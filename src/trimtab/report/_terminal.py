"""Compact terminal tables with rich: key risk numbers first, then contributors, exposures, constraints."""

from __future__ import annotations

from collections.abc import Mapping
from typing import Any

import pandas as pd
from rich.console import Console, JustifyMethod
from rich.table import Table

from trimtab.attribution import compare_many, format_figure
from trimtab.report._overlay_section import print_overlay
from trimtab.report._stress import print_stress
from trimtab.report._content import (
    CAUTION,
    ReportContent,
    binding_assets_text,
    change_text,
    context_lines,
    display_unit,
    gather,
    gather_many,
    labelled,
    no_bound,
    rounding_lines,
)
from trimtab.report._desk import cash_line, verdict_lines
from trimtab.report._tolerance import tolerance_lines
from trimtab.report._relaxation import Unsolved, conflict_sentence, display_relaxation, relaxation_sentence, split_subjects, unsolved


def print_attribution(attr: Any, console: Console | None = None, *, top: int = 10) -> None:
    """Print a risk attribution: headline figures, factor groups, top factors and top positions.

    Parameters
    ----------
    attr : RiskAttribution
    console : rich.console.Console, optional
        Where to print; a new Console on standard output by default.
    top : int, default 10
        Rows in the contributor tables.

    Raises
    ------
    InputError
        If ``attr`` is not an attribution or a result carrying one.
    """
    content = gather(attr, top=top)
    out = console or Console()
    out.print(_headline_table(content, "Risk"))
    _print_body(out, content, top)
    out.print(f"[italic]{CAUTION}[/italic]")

* _TASK OBJECTIVE_: Now copy each line of the entries that mentions "CAUTION".

* _EXERCISE ANSWER_:
    CAUTION,
    out.print(f"[italic]{CAUTION}[/italic]")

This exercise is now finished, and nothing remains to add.